Obama does vote to continue funding everytime, but in his defense, the Dems are afraid to come across as if they are leaving our troops already in Iraq hung out to dry.

This is one reason why the Dems brought up the option of discontinuing funding for the war in the first place - for a brief shining second, they look as if they have a real solution and that their party constitutes a viable opposition to the Republican war-mongers. All the while, though, they know that it's not a strategy they can really pursue, for the aforementioned reason.

Anonymous said...

Harold's points are well taken in regard to the Democrats and their opposition to Bush's war policy

What is important about Obama as against Clinton is that he opposed the war as it came into existence on principled grounds, has understood that it was a disaster, and can be expected to try to advance a peace policy for the region.
Clinton can't be trusted to do any of that. McCain can be trusted, given his world-view, to continue and probably escalate both the regional conflict, which is more than about Iraq, and U.S. military involvement.
Norman Markowitz

Harold said...

Norman, I'm not sure we can really "expect" Obama to pursue a policy of peace in the region (meaning the Middle East, I assume). He may want the US out of Iraq, and in comparison to the policies of McCain and Clinton, there really is no comparison.
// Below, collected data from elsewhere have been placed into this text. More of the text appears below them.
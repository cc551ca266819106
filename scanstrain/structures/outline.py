# SPDX-License-Identifier: MIT
"""The outline of a section as means over short pieces of arc, and its value at any clock angle."""

from __future__ import annotations

from dataclasses import dataclass

import numpy as np
from numpy.typing import NDArray

from scanstrain.structures.tracking import TUKEY, fit_circle

FloatArray = NDArray[np.float64]
BoolArray = NDArray[np.bool_]

ARC = 0.1
"""Length of a piece of arc [m]: longer than the 30 mm over which scan errors are commonly alike, so that means of
pieces vary independently."""

FEWEST, MOST = 72, 720
"""Pieces in a ring: at least one every 5 degrees, at most one every half degree."""

MIN_POINTS = 3.0
"""Points on the lining that make the mean of a piece."""

WINDOW = np.radians(10.0)
"""A value at a clock angle comes from the lining within 10 degrees on both sides: a parabola, so that ovalisation
does not bias it, and about 400 points in a slice of 10 mm of a 3 m lining scanned at 5 mm."""

HALF_SHARE = 0.5
"""Share of the pieces that must be there on each side of a clock angle; values are not carried on beyond the lining."""

BAND = 0.1
"""The lining lies within this share of the radius about the frozen axis; the best circle is looked for there, so that
equipment cannot pull it in."""

SURFACE = 0.02
"""Where points scatter about the outline by more than this share of the radius, the slice runs along an end wall or a
face, and shows no outline."""

LINING = 0.05
"""Points farther from the best circle than this share of its radius are floor, services or equipment."""

SETTLED = 4
"""Rounds of weights and outline; later ones change nothing."""


@dataclass(frozen=True, slots=True)
class Outline:
    """One section of one epoch, piece of arc by piece of arc.

    Parameters
    ----------
    angle : ndarray of shape (b,)
        Clock angles of the middles of the pieces [rad].
    radius : ndarray of shape (b,)
        Distance of the lining from the axis there [m]; NaN where it is not seen.
    weight : ndarray of shape (b,)
        Points that each value rests on.
    """

    angle: FloatArray
    radius: FloatArray
    weight: FloatArray


@dataclass(frozen=True, slots=True)
class Local:
    """Values of a function of the clock angle at some angles, each from its own surroundings.

    Parameters
    ----------
    value : ndarray of shape (k,)
        NaN where it is not supported from both sides.
    slope, bend : ndarray of shape (k,)
        First and half the second derivative there [1/rad, 1/rad^2].
    factor : ndarray of shape (k,)
        Variance of the value in variances of one point.
    """

    value: FloatArray
    slope: FloatArray
    bend: FloatArray
    factor: FloatArray


def pieces(radius: float) -> FloatArray:
    """Return the clock angles of the middles of the pieces of a ring [rad]."""
    count = int(np.clip(round(2 * np.pi * radius / ARC), FEWEST, MOST))
    return np.asarray(-np.pi + (np.arange(count) + 0.5) * (2 * np.pi / count))


def local_parabola(angle: FloatArray, value: FloatArray, weight: FloatArray, at: FloatArray) -> Local:
    """Fit a parabola to weighted values within `WINDOW` of each of some angles.

    Parameters
    ----------
    angle, value, weight : ndarray of shape (b,)
        Clock angles of a whole ring, from `pieces` [rad]; values; points behind each, 0 for none.
    at : ndarray of shape (k,)
        Clock angles [rad].

    Returns
    -------
    Local
    """
    step = 2 * np.pi / len(angle)
    reach = int(WINDOW / step) + 1
    some = (np.rint((at[:, None] - angle[0]) / step).astype(int) + np.arange(-reach, reach + 1)) % len(angle)
    away = wrapped(angle[some] - at[:, None])
    near = np.abs(away) <= WINDOW
    seen = near & (weight[some] > 0)
    held = np.ones(len(at), bool)
    for side in (away >= 0, away <= 0):
        held &= (seen & side).sum(axis=1) >= np.maximum(2, HALF_SHARE * (near & side).sum(axis=1))
    powers = np.stack([np.ones_like(away), away, away * away])
    w = np.where(seen, weight[some], 0.0)
    lower, upper = (w * powers).sum(axis=2), (w * powers * powers[2]).sum(axis=2)
    moments = np.stack([*lower, *upper[1:]], axis=1)
    N = moments[:, [[0, 1, 2], [1, 2, 3], [2, 3, 4]]]
    N[~held] = np.eye(3)
    inverse = np.linalg.inv(N)
    rhs = (w * np.where(seen, value[some], 0.0) * powers).sum(axis=2).T
    c = np.where(held[:, None], np.einsum("kij,kj->ki", inverse, rhs), np.nan)
    return Local(c[:, 0], c[:, 1], c[:, 2], np.where(held, inverse[:, 0, 0], np.nan))


def unit_variance(angle: FloatArray, value: FloatArray, weight: FloatArray) -> float:
    """Variance of one point, from how the means of pieces scatter about the parabolas through them.

    Errors that are alike within a piece count as such: they make its mean, and so this variance, larger. NaN where
    fewer than ten pieces are left over.
    """
    fit = local_parabola(angle, value, weight, angle)
    used = (weight > 0) & np.isfinite(fit.value)
    spare = np.clip(1.0 - weight[used] * fit.factor[used], 0.0, None)
    if spare.sum() < 10:
        return np.nan
    misfit = value[used] - fit.value[used]
    return float((kept(misfit * np.sqrt(weight[used])) * weight[used] * misfit**2).sum() / spare.sum())


def spread(misfit: FloatArray) -> float:
    """Return the robust standard deviation of misfits about zero, from their median size."""
    return 1.4826 * float(np.median(np.abs(misfit)))


def kept(misfit: FloatArray) -> FloatArray:
    """Return 1 for misfits within 4.685 robust standard deviations, else 0: gross errors do not count."""
    return np.where(np.abs(misfit) <= TUKEY * spread(misfit) + np.finfo(float).tiny, 1.0, 0.0)


def trace_outline(
    clock: FloatArray, rho: FloatArray, beside: FloatArray, *, angle: FloatArray, radius: float
) -> Outline:
    """Turn the points of a slice into an outline.

    Points off the lining are left out: first those far from the best circle, then those beyond 4.685 robust standard
    deviations from the smooth outline through the medians of pieces. A slope of the lining along the axis, which may
    vary slowly around the ring, is taken out.

    Parameters
    ----------
    clock, rho, beside : ndarray of shape (n,)
        Clock angle [rad], distance from the axis [m], chainage from that of the section [m].
    angle : ndarray of shape (b,)
        From `pieces` [rad].
    radius : float
        Rough radius [m].

    Returns
    -------
    Outline
    """
    empty = Outline(angle, np.full(len(angle), np.nan), np.zeros(len(angle)))
    band = np.abs(rho - radius) < BAND * radius
    clock, rho, beside = clock[band], rho[band], beside[band]
    circle = fit_circle(rho * np.sin(clock), rho * np.cos(clock), radius, band=BAND)
    if circle is None:
        return empty
    dx, dy, round_radius, _ = circle
    off = np.hypot(rho * np.sin(clock) - dx, rho * np.cos(clock) - dy) - round_radius
    lining = np.abs(off) < LINING * round_radius
    clock, rho, beside = clock[lining], rho[lining], beside[lining]
    piece = np.minimum(((clock + np.pi) / (2 * np.pi) * len(angle)).astype(int), len(angle) - 1)
    value, weight = _medians(piece, rho, len(angle))
    slope = np.zeros(len(rho))
    for _ in range(SETTLED):
        fit = _filled(local_parabola(angle, value, weight, angle), value)
        away = wrapped(clock - angle[piece])
        shape = fit.slope[piece] * away + fit.bend[piece] * away**2
        misfit = rho - slope - shape - fit.value[piece]
        known = np.isfinite(misfit)
        if not known.any() or spread(misfit[known]) > SURFACE * radius:
            return empty
        # all or nothing: weights that fall off smoothly would pull every mean towards the outline and hide its scatter
        used = np.zeros(len(rho))
        used[known] = kept(misfit[known])
        slope += _along(clock, beside, np.nan_to_num(misfit), used, piece)
        count = np.bincount(piece, used, len(angle))
        weight = np.where(count >= MIN_POINTS, count, 0.0)
        total = np.bincount(piece, used * (rho - slope - shape), len(angle))
        value = np.where(weight > 0, total / np.where(weight > 0, weight, 1.0), np.nan)
    return Outline(angle, value, weight)


def wrapped(angle: FloatArray) -> FloatArray:
    """Return angles [rad] in [-pi, pi)."""
    return np.asarray((angle + np.pi) % (2 * np.pi) - np.pi)


def _medians(piece: NDArray[np.int64], rho: FloatArray, count: int) -> tuple[FloatArray, FloatArray]:
    order = np.lexsort((rho, piece))
    number = np.bincount(piece, minlength=count)
    first = np.r_[0, np.cumsum(number)[:-1]]
    enough = number >= MIN_POINTS
    value = np.full(count, np.nan)
    value[enough] = rho[order[first[enough] + number[enough] // 2]]
    return value, np.where(enough, number, 0).astype(float)


def _filled(fit: Local, value: FloatArray) -> Local:
    """At the rims of the lining, where no parabola is supported, the piece's own value serves for its points."""
    known = np.isfinite(fit.value)
    return Local(
        np.where(known, fit.value, value), np.nan_to_num(fit.slope), np.nan_to_num(fit.bend), fit.factor
    )  # fmt: skip


def _along(
    clock: FloatArray, beside: FloatArray, misfit: FloatArray, used: FloatArray, piece: NDArray[np.int64]
) -> FloatArray:
    """Part of the misfits that goes with the chainage: a slope with terms of the clock angle up to twice it.

    It is found from differences within pieces, so that the outline itself, however the points lie, has no part in it.
    """
    A = np.stack([np.ones_like(clock), np.cos(clock), np.sin(clock), np.cos(2 * clock), np.sin(2 * clock)])
    A *= beside
    number = np.maximum(np.bincount(piece, used), 1.0)
    within = np.stack([row - (np.bincount(piece, used * row) / number)[piece] for row in (*A, misfit)])
    left = within[:-1] * used
    return np.asarray(np.linalg.lstsq(left @ within[:-1].T, left @ within[-1], rcond=1e-9)[0] @ A)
What concerns me are his policies regarding Israel and the occupied territories. While a State Senator in Illinois, Obama was at times a fierce critic of Israel for its human rights abuses. When he began to pursue federal office, those criticisms of Israel dissipated and eventually turned into full-fledged, unquestioning support for Israel and its policies of ethnic cleansing in Palestine. As he mentioned in Monday's speech, Israel is a "steadfast ally."

The point is that as long as Obama unquestioningly supports Israel and its illegal policies in the occupied territories, we can't expect him to pursue a policy of peace in the Middle East.

stimbox said...

Political expediency is what has kept us in this protracted situation in Iraq and the middle east.
Obama's stand before he was elected Senator is laudable, but when he was in a position to do something about it, he folds. The Democrats own this war too, and when Obama or Clinton wins the presidency, they will take complete ownership of it.
A lot of us out here don't trust either of them to end the war. Obama talks a good game but it's time for him to put his money where his mouth is.

Anonymous said...

I completely disagree. I think people are right to suspect a Democrat. But I also think that the cost of war is so high that no domestic program of any enduring nature will be able to pass while the war continues. Now I suspect that Clinton, like Johnson would give it a go. But Obama, I have much more faith that he will change course in order to make a lasting impression on the domestic landscape.

Harold said...

At this point, we must demand a President and Congress that will not only end the war in Iraq, but change the fundamental foreign policy that created the war in Iraq in the first place. That is why during this election season, we must not only struggle for a better president (which, in all honesty, is clearly Barack Obama, in my opinion, at least), but for better representation in Congress. There are a number of Congressional seats that will be up for grabs in the upcoming elections, and we must struggle to get candidates elected that have a different approach to foreign policy, candidates that respect the sovereignty of other nation and do not seek to subjugate the third world to American hegemony.

Of course, this is a high demand, which is why our struggle will not be easy. But if it was, it wouldn't be called "Struggle," would it?

stimbox said...

I agree with you comrade Harold. The struggle is to get progressives elected.